The relationship appears linear, and we can fit a simple linear model to explain the growth increment by the pre-molt size of the shell. For this example, we use the statsmodels library, which provides prediction intervals with get_prediction. We first set up the design matrix and response variable, and then we use least squares to fit the model:

import statsmodels.api as sm

y = crabs['inc']

inc_model = sm.OLS(y, X).fit()

print(f"Increment estimate = {inc_model.params[0]:0.2f} + ",
f"{inc_model.params[1]:0.2f} x Shell Width")

Increment estimate = 29.80 +  -0.12 x Shell Width


When modeling, we create prediction intervals for given values of the explanatory variable. For example, if a newly caught crab is 120 mm across, then we use our fitted model to predict its shell’s growth.

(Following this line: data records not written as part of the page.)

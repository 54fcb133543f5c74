"""Modal screens: the safety caution, the resistance reading and a one-line entry.

Dialogs parse what is typed with :mod:`winder.units` and refuse bad input with
the parser's one-line message, keeping the dialog open so the user can correct
it. They return their result through ``dismiss``.
"""

from __future__ import annotations

from collections.abc import Callable
from dataclasses import dataclass

from rich.text import Text
from textual.app import ComposeResult
from textual.binding import Binding
from textual.containers import Horizontal, Vertical
from textual.screen import ModalScreen
from textual.widgets import Button, Input, Label, Static

from winder.errors import InputError
from winder.tui.progress import ohm_text
from winder.units import parse_resistance, parse_temperature

# A bench reading: ambient and hand-warm coils. Outside this the entry is a typo
# or the coil needs to cool (common practice, no source).
READING_TEMP_RANGE_C = (-10.0, 80.0)
READING_MAX_OHM = 100e6    # beyond any coil this tool plans (and most bench meters)
PLAUSIBLE_RATIO = 2.0      # a reading off the model by more than this asks to confirm

CAUTION_TEXT = """\
[b]The spindle is about to turn under motor power.[/b]

 • A moving spindle and traverse catch hair, sleeves, cords and jewellery:
   tie back long hair, roll up sleeves, keep fingers clear while it turns.
 • Fine wire under tension cuts skin and can whip when it breaks; heavier
   wire springs back. Never tension wire by wrapping it round a finger.
 • Wear eye protection.
 • Keep a hardware stop within reach. [b]x[/b] stops the motor, [b]q[/b] stops it
   and quits; a firmware or wiring fault can still leave it running.

Where your equipment's documentation, local codes or workshop practice say
more, follow them."""


class CautionScreen(ModalScreen[bool]):
    """The safety caution, shown before the first motor run; dismisses True when acknowledged."""

    BINDINGS = [
        Binding("y", "accept", "I understand, start"),
        Binding("escape,n", "decline", "Not yet"),
    ]

    def compose(self) -> ComposeResult:
        with Vertical(id="caution-box", classes="dialog"):
            yield Static("⚠  Before the motor runs", id="caution-title")
            yield Static(CAUTION_TEXT, id="caution-text")
            with Horizontal(classes="buttons"):
                yield Button("I understand, start (y)", id="caution-yes", variant="warning")
                yield Button("Not yet (n)", id="caution-no")

    def on_mount(self) -> None:
        self.query_one("#caution-no", Button).focus()

    def on_button_pressed(self, event: Button.Pressed) -> None:
        self.dismiss(event.button.id == "caution-yes")

    def action_accept(self) -> None:
        self.dismiss(True)

    def action_decline(self) -> None:
        self.dismiss(False)


@dataclass(frozen=True)
class ReadingEntry:
    """A reading as typed and parsed: ohm, degC."""

    ohm: float
    temp_c: float


def check_reading(resistance_text: str, temp_text: str,
                  expected_ohm: float | None = None) -> tuple[ReadingEntry, str | None]:
    """Parse and range-check a typed reading.

    Returns the entry and a caution (a reading far from ``expected_ohm``, which
    the user must confirm) or raises :class:`InputError` for input to refuse.
    """
    ohm = parse_resistance(resistance_text.strip(), where="reading", key="resistance",
                           maximum=READING_MAX_OHM)
    temp_text = temp_text.strip() or "20 degC"
    temp_c = parse_temperature(temp_text, where="reading", key="temperature")
    lo, hi = READING_TEMP_RANGE_C
    if not lo <= temp_c <= hi:
        raise InputError(f"{temp_text!r} is outside {lo:g} to {hi:g} degC; measure the "
                         "coil at room temperature", where="reading", key="temperature")
    caution = None
    if expected_ohm and expected_ohm > 0:
        ratio = ohm / expected_ohm
        if ratio > PLAUSIBLE_RATIO or ratio < 1 / PLAUSIBLE_RATIO:
            caution = (f"{ohm_text(ohm)} is {ratio:.2g} x the "
                       f"{ohm_text(expected_ohm)} expected here: check the unit "
                       "and the meter leads; press Log again to record it anyway")
    return ReadingEntry(ohm, temp_c), caution


class ReadingDialog(ModalScreen["ReadingEntry | None"]):
    """Ask for a resistance reading and its temperature; refuse bad input and ask again.

    ``now()`` gives (turns, expected ohm or None) at this moment: the reading is
    journaled at the count when Log is pressed, and the plausibility check uses the
    resistance expected then (the count goes on while the motor runs).
    """

    BINDINGS = [Binding("escape", "cancel", "Cancel")]

    def __init__(self, *, now: Callable[[], tuple[float, float | None]],
                 last_temp: str = "20 degC"):
        super().__init__()
        self.now = now
        self.last_temp = last_temp
        self._confirm: tuple[str, str] | None = None

    @property
    def turns(self) -> float:
        return self.now()[0]

    @property
    def expected_ohm(self) -> float | None:
        return self.now()[1]

    def _head(self) -> str:
        turns, expected = self.now()
        head = f"Resistance reading · count now {turns:,.0f} turns".replace(",", " ")
        if expected:
            head += f" · expected about {ohm_text(expected, 3)}"
        return head

    def compose(self) -> ComposeResult:
        with Vertical(classes="dialog", id="reading-box"):
            yield Static(self._head(), classes="dialog-title", id="reading-head")
            yield Static("Journaled at the count when you press Log; pause (space) first "
                         "for a steady reading.", classes="dialog-hint")
            yield Label("Resistance (e.g. '5.92 kohm', '7.9 ohm')")
            yield Input(placeholder="5.92 kohm", id="reading-ohm")
            yield Label("Coil temperature (e.g. '23 degC')")
            yield Input(value=self.last_temp, id="reading-temp")
            yield Static("", id="reading-error")
            with Horizontal(classes="buttons"):
                yield Button("Log", id="reading-log", variant="primary")
                yield Button("Cancel", id="reading-cancel")

    def _tick(self) -> None:
        self.query_one("#reading-head", Static).update(self._head())

    def on_mount(self) -> None:
        self.query_one("#reading-ohm", Input).focus()
        self.set_interval(0.25, self._tick, name="reading-head")

    def _error(self, text: Text) -> None:
        self.query_one("#reading-error", Static).update(text)

    def submit(self) -> None:
        """Parse the entries; dismiss with the reading, or show why not and stay open."""
        typed_ohm = self.query_one("#reading-ohm", Input).value
        temp_text = self.query_one("#reading-temp", Input).value
        try:
            entry, caution = check_reading(typed_ohm, temp_text, self.now()[1])
        except InputError as err:
            self._confirm = None
            self._error(Text.assemble(("Not logged: ", "bold red"), err.message))
            self.query_one("#reading-ohm", Input).focus()
            return
        if caution and self._confirm != (typed_ohm, temp_text):
            self._confirm = (typed_ohm, temp_text)
            self._error(Text.assemble(("Check: ", "bold yellow"), caution))
            return
        self.dismiss(entry)

    def on_input_submitted(self, event: Input.Submitted) -> None:
        self.submit()          # Enter in either field logs (Tab moves between them)

    def on_button_pressed(self, event: Button.Pressed) -> None:
        if event.button.id == "reading-log":
            self.submit()
        else:
            self.dismiss(None)

    def action_cancel(self) -> None:
        self.dismiss(None)


class EntryDialog(ModalScreen["object | None"]):
    """One line of input checked by ``parse`` (which raises InputError to refuse)."""

    BINDINGS = [Binding("escape", "cancel", "Cancel")]

    def __init__(self, title: str, hint: str, *, value: str = "", placeholder: str = "",
                 parse: Callable[[str], object] = str):
        super().__init__()
        self.title_text, self.hint, self.value = title, hint, value
        self.placeholder, self.parse = placeholder, parse

    def compose(self) -> ComposeResult:
        with Vertical(classes="dialog", id="entry-box"):
            yield Static(self.title_text, classes="dialog-title")
            yield Label(self.hint)
            yield Input(value=self.value, placeholder=self.placeholder, id="entry-input")
            yield Static("", id="entry-error")
            with Horizontal(classes="buttons"):
                yield Button("OK", id="entry-ok", variant="primary")
                yield Button("Cancel", id="entry-cancel")

    def on_mount(self) -> None:
        self.query_one("#entry-input", Input).focus()

    def submit(self) -> None:
        text = self.query_one("#entry-input", Input).value
        try:
            result = self.parse(text)
        except InputError as err:
            self.query_one("#entry-error", Static).update(
                Text.assemble(("Not accepted: ", "bold red"), err.message))
            return
        self.dismiss(result)

    def on_input_submitted(self, event: Input.Submitted) -> None:
        self.submit()

    def on_button_pressed(self, event: Button.Pressed) -> None:
        if event.button.id == "entry-ok":
            self.submit()
        else:
            self.dismiss(None)

    def action_cancel(self) -> None:
        self.dismiss(None)
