def _walk_tile(level, state, label, h, w, offs, starts, r0, c0, cols):
    """Summaries of the flood-tree walks that find spill points, for one finished tile.

    The in-memory engine finds a depression's spill point by walking the flood
    tree from its pit while the level stays at the depression's level, and the
    depression it spills to by walking on to the next depression or outlet (see
    :func:`analysis._flood_kernels._spill_cells`). Such a walk crosses tiles, so
    each tile summarises its part of every walk that may pass through it:

    For each cell of ``starts`` (local padded indices; -1 for none) the walk
    from it at its own level: the runs of depression cells it passes (piece,
    last cell, the cell after it), and how it ends: at an outlet, by leaving the
    tile (the cell it goes on to), or by dropping below its level (the cell it
    drops to, and where the route from there meets a depression, an outlet or
    leaves the tile). Also, for each start, where the route from the start
    itself first meets a depression (the second walk, from a perimeter cell).

    Cells are returned as global flat indices.
    """
    lw = w + 2
    n_starts = starts.shape[0]
    n_local = (h + 2) * lw
    dkind = np.full(n_local, -1, dtype=np.int8)
    dval = np.zeros(n_local, dtype=np.int64)
    stack = np.empty(1024, dtype=np.int64)
    run_start = np.zeros(n_starts + 1, dtype=np.int64)
    cap = 1024
    run_label = np.empty(cap, dtype=np.int32)
    run_last = np.empty(cap, dtype=np.int64)
    run_next = np.empty(cap, dtype=np.int64)
    end_kind = np.full(n_starts, END_NONE, dtype=np.int8)
    end_cell = np.full(n_starts, -1, dtype=np.int64)
    drop_kind = np.full(n_starts, -1, dtype=np.int8)
    drop_val = np.full(n_starts, -1, dtype=np.int64)
    down_kind = np.full(n_starts, -1, dtype=np.int8)
    down_val = np.full(n_starts, -1, dtype=np.int64)
    m = 0
    for j in range(n_starts):
        e = starts[j]
        if e < 0 or state[e] == BLOCKED or state[e] == UNVISITED:
            run_start[j + 1] = m
            continue
        kind, val, stack = _descend(e, state, label, offs, lw, h, w, dkind, dval, stack)
        down_kind[j] = kind
        down_val[j] = _global_of(val, lw, r0, c0, cols) if kind == DOWN_EXIT else val
        top = level[e]
        cell = e
        previous = 0
        while True:
            lab = label[cell]
            if lab > 0:
                if lab == previous:
                    run_last[m - 1] = cell
                else:
                    if m == cap:
                        cap *= 2
                        run_label = _resize_i32(run_label, cap)
                        run_last = _resize_i64(run_last, cap)
                        run_next = _resize_i64(run_next, cap)
                    run_label[m] = lab
                    run_last[m] = cell
                    m += 1
            previous = lab
            t = state[cell]
            if t == OUTLET:
                end_kind[j] = END_OUTLET
                break
            nxt = cell + offs[t - 1]
            if _is_ring(nxt, lw, h, w):
                end_kind[j] = END_EXIT
                end_cell[j] = _global_of(nxt, lw, r0, c0, cols)
                break
            if level[nxt] < top:
                end_kind[j] = END_DROP
                end_cell[j] = _global_of(nxt, lw, r0, c0, cols)
                kind, val, stack = _descend(nxt, state, label, offs, lw, h, w, dkind, dval, stack)
                drop_kind[j] = kind
                drop_val[j] = _global_of(val, lw, r0, c0, cols) if kind == DOWN_EXIT else val
                break
            cell = nxt
        for k in range(run_start[j], m):
            last = run_last[k]
            run_next[k] = _global_of(last + offs[state[last] - 1], lw, r0, c0, cols)
            run_last[k] = _global_of(last, lw, r0, c0, cols)
        run_start[j + 1] = m
    return (run_start, run_label[:m].copy(), run_last[:m].copy(), run_next[:m].copy(),
            end_kind, end_cell, drop_kind, drop_val, down_kind, down_val)


def _resize_i32(values, size):
    out = np.empty(size, dtype=np.int32)
    out[: values.shape[0]] = values
    return out
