def test_every_post_route_takes_junk_bodies_without_a_server_error(target):
    app, client, ids = target
    for rule in rules_for(app, "POST"):
        fuzz_post_route(app, client, rule_paths(rule, ids))


def fuzz_post_route(app, client, paths) -> None:
    @settings(max_examples=PER_POST_ROUTE, **FUZZ)
    @given(path=paths, body=BODIES, name=st.one_of(st.none(), JUNK))
    def fuzz(path, body, name):
        keep_token(client)
        kind, value = body
        headers = {"Accept": "application/json"}
        if name is not None:
            headers["X-File-Name"] = quote(name, safe="")
        with production_warnings():
            if kind == "json":
                r = client.post(path, json=value, headers=headers)
            elif kind == "form":
                r = client.post(path, data=value, headers=headers)
            else:
                r = client.post(path, data=value, headers={**headers, "Content-Type": "application/octet-stream"})
        check(r, path)
        assert leftovers(app) == []

    fuzz()


# --------------------------------------------------------------------------- the upload parser


def mutate_bytes(data: bytes, edits, cut: int | None, insert: tuple[int, bytes] | None) -> bytes:
    out = bytearray(data)
    for pos, value in edits:
        out[pos % len(out)] = value
    if insert is not None:
        pos, extra = insert
        out[pos % len(out):pos % len(out)] = extra
    if cut is not None:
        out = out[:cut % (len(out) + 1)]
    return bytes(out)


EDITS = st.lists(st.tuples(st.integers(min_value=0, max_value=2**20), st.integers(0, 255)), max_size=12)
#: Most of a GeoTIFF's structure is in its first few hundred bytes (header, IFD, tags).
HEADER_EDITS = st.lists(st.tuples(st.integers(min_value=0, max_value=400), st.integers(0, 255)),
                        min_size=1, max_size=6)


def post_dem(client, body: bytes, name: str):
    with production_warnings():
        return client.post("/uploads/dem", data=body, headers={
            "Content-Type": "application/octet-stream", "X-File-Name": quote(name, safe=""),
            "Accept": "application/json"})


FILE_NAMES = st.one_of(st.sampled_from(["site.tif", "site.tiff", "x.asc", "x.img", "../../x.tif", "",
                                         "C:\\temp\\dem.tif", "..", "dem.tif\x00.txt", "🌊.tif"]),
                       st.text(max_size=60))


def test_random_bytes_as_a_dem_are_refused_cleanly(target):
    app, client, _ = target

    @settings(max_examples=300, **FUZZ)
    @given(body=st.binary(min_size=0, max_size=3000), name=FILE_NAMES)
    def fuzz(body, name):
        keep_token(client)
        r = post_dem(client, body, name)
        check(r, "/uploads/dem")
        assert r.status_code in (201, 400, 413), r.status_code
        assert leftovers(app) == []

    fuzz()


def test_mutated_geotiffs_are_read_or_refused_cleanly(target):
    app, client, ids = target
    original = ids["tif"]

    @settings(max_examples=500, **FUZZ)
    @given(header=HEADER_EDITS, edits=EDITS, cut=st.one_of(st.none(), st.integers(0, 2**20)),
           insert=st.one_of(st.none(), st.tuples(st.integers(0, 2**16), st.binary(min_size=1, max_size=64))),
           name=FILE_NAMES)
    def fuzz(header, edits, cut, insert, name):
        keep_token(client)
        body = mutate_bytes(original, header + edits, cut, insert)
        r = post_dem(client, body, name)
        check(r, "/uploads/dem")
        assert leftovers(app) == []
        if r.status_code == 201:
            # What was kept is a DEM the app can describe again.
            site = client.get(f"/api/sites/{r.get_json()['site_id']}").get_json()
            assert site["state"] == "draft" and site["dem"]["rows"] * site["dem"]["cols"] <= MAX_CELLS

    fuzz()


def mutate_text(text: str, edits, cut: int | None) -> str:
    chars = list(text)
    for pos, ch in edits:
        if chars:
            chars[pos % len(chars)] = ch
    out = "".join(chars)
    return out if cut is None else out[:cut % (len(out) + 1)]


TEXT_EDITS = st.lists(st.tuples(st.integers(min_value=0, max_value=4000),
                                st.one_of(st.sampled_from(list(",;\t\n\"'{}[]:.-e0159 ")), st.characters())),
                      max_size=10)
JSON_VALUES = st.recursive(
    st.one_of(st.none(), st.booleans(), st.floats(allow_nan=False), st.integers(), st.text(max_size=10)),
    lambda inner: st.one_of(st.lists(inner, max_size=4), st.dictionaries(st.text(max_size=8), inner, max_size=4)),
    max_leaves=20,
)


def feature_collections():
    """GeoJSON-shaped documents with made-up members, types and coordinates."""
    coords = st.lists(st.one_of(st.floats(allow_nan=False, allow_infinity=False), st.integers(), st.text(max_size=4)),
                      max_size=4)
    geometry = st.fixed_dictionaries({
        "type": st.sampled_from(["Point", "MultiPoint", "LineString", "Polygon", "GeometryCollection", "Nope"]),
        "coordinates": st.one_of(coords, st.lists(coords, max_size=5), st.lists(st.lists(coords, max_size=5), max_size=2)),
    })
    feature = st.fixed_dictionaries({
        "type": st.sampled_from(["Feature", "feature", "Thing"]),
        "geometry": st.one_of(st.none(), geometry),
        "properties": st.one_of(st.none(), st.dictionaries(st.sampled_from(["name", "kind", "x"]), JSON_VALUES, max_size=3)),
    })
    doc = st.fixed_dictionaries({
        "type": st.sampled_from(["FeatureCollection", "Feature", "Point"]),
        "features": st.lists(feature, max_size=4),
    }, optional={"crs": JSON_VALUES})
    return st.one_of(doc, JSON_VALUES).map(json.dumps)


SIDE_FILES = st.one_of(
    st.tuples(TEXT_EDITS, st.one_of(st.none(), st.integers(0, 4000))).map(lambda a: mutate_text(ASSETS_CSV, *a)),
    feature_collections(),
    st.text(max_size=300),
)
SIDE_NAMES = st.one_of(st.sampled_from(["assets.csv", "assets.geojson", "a.json", "a.tsv", "a.txt", "a", "../a.csv",
                                        "a.tif"]), st.text(max_size=30))


def test_mutated_asset_tables_are_read_or_refused_cleanly(target):
    app, client, ids = target
    site = ids["ready"]

    @settings(max_examples=300, **FUZZ)
    @given(text=SIDE_FILES, name=SIDE_NAMES)
    def fuzz(text, name):
        keep_token(client)
        with production_warnings():
            r = client.post(f"/uploads/sites/{site}/assets", headers={"Accept": "application/json"},
                            data={"assets": (io.BytesIO(text.encode("utf-8", "surrogatepass")), name or "x")},
                            content_type="multipart/form-data")
        check(r, "/uploads/assets")
        assert leftovers(app) == []
        if r.status_code == 201:
            listed = client.get(f"/api/sites/{site}/assets?level=10.5")
            check(listed, "/api/assets")
            assert len(listed.get_json()["assets"]) == r.get_json()["count"]

    fuzz()


def test_random_settings_and_water_bodies_are_stored_or_refused_cleanly(target):
    app, client, ids = target
    site = ids["draft"]

    valid = st.sampled_from

    @settings(max_examples=150, **FUZZ)
    @given(unit=st.one_of(valid(["m", "ft", "us-ft"]), valid(["m", "ft", "metre", "M", ""]), JUNK),
           outlets=st.one_of(st.lists(valid(["edge", "nodata"]), min_size=1, max_size=2),
                             st.lists(st.one_of(valid(["edge", "nodata", "file"]), JUNK), max_size=3)),
           connectivity=st.one_of(valid(["4", "8"]), valid(["4", "8"]), JUNK),
           name=st.one_of(st.none(), JUNK),
           water=st.one_of(st.none(), st.tuples(feature_collections(), SIDE_NAMES)))
    def fuzz(unit, outlets, connectivity, name, water):
        keep_token(client)
        form = {"vertical_unit": unit, "outlet": outlets, "connectivity": connectivity}
        if name is not None:
            form["name"] = name
        if water is not None:
            form["water"] = (io.BytesIO(water[0].encode("utf-8", "surrogatepass")), water[1] or "w")
        with production_warnings():
            r = client.post(f"/uploads/sites/{site}/settings", data=form, content_type="multipart/form-data",
                            headers={"Accept": "application/json"})
        check(r, "/uploads/settings")
        assert leftovers(app) == []
        status = client.get(f"/api/sites/{site}/status")
        check(status, "/api/status")
        if r.status_code == 202:
            assert status.get_json()["run"]["status"] in ("done", "failed")

    fuzz()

As in the previous example, the variability of our prediction for an individual observation includes the variability in our estimate of the crab’s growth and the crab-to-crab variation in shell size. Again, we can use the bootstrap to estimate this variation, or we can use probability theory to show that these two sources of variation combine as follows:

$SD(\mathbf{e}) \sqrt{1 + \mathbf{x}_0 (\textbf{X}^\top \textbf{X})^{-1}\mathbf{x}_0^\top}$

Here $$\textbf{X}$$ is the design matrix that consists of the original data, $$\mathbf{e}$$ is the $$n \times 1$$ column vector of residuals from the regression, and $$\mathbf{x}_0$$ is the $$1 \times (p + 1)$$ row vector of features for the new observation (in this example, these are $$\left[1, 120\right]$$):

new_data = dict(const=1, shell=120)
new_X = pd.DataFrame(new_data, index=[0])
new_X

const shell
0 1 120

We use the get_prediction method in statsmodels to find a 95% prediction interval for a crab with a 120 mm shell:

pred = inc_model.get_prediction(new_X)
pred.summary_frame(alpha=0.05)

mean mean_se mean_ci_lower mean_ci_upper obs_ci_lower obs_ci_upper
0 15.86 0.12 15.63 16.08 12.48 19.24

Here we have both a confidence interval for the average growth increment for a crab with a 120 mm shell, [15.6, 16.1], and a prediction interval for the growth increment, [12.5, 19.2]. The prediction interval is quite a bit wider because it takes into account the variation in individual crabs. This variation is seen in the spread of the points about the regression line, which we approximate by the SD of the residuals. The correlation between shell size and growth increment means that the variation in a growth increment prediction for a particular shell size is smaller than the overall SD of the growth increment:

print(f"Residual SD:    {np.std(inc_model.resid):0.2f}")
print(f"Crab growth SD: {np.std(crabs['inc']):0.2f}")

Residual SD:    1.71
Crab growth SD: 2.14


The intervals provided by get_prediction rely on the normal approximation to the distribution of growth increment. That’s why the 95% prediction interval endpoints are roughly twice the residual SD away from the prediction. In the next section, we dive deeper into these calculations of standard deviations, estimators, and predictions. We also discuss some of the assumptions that we make in calculating them.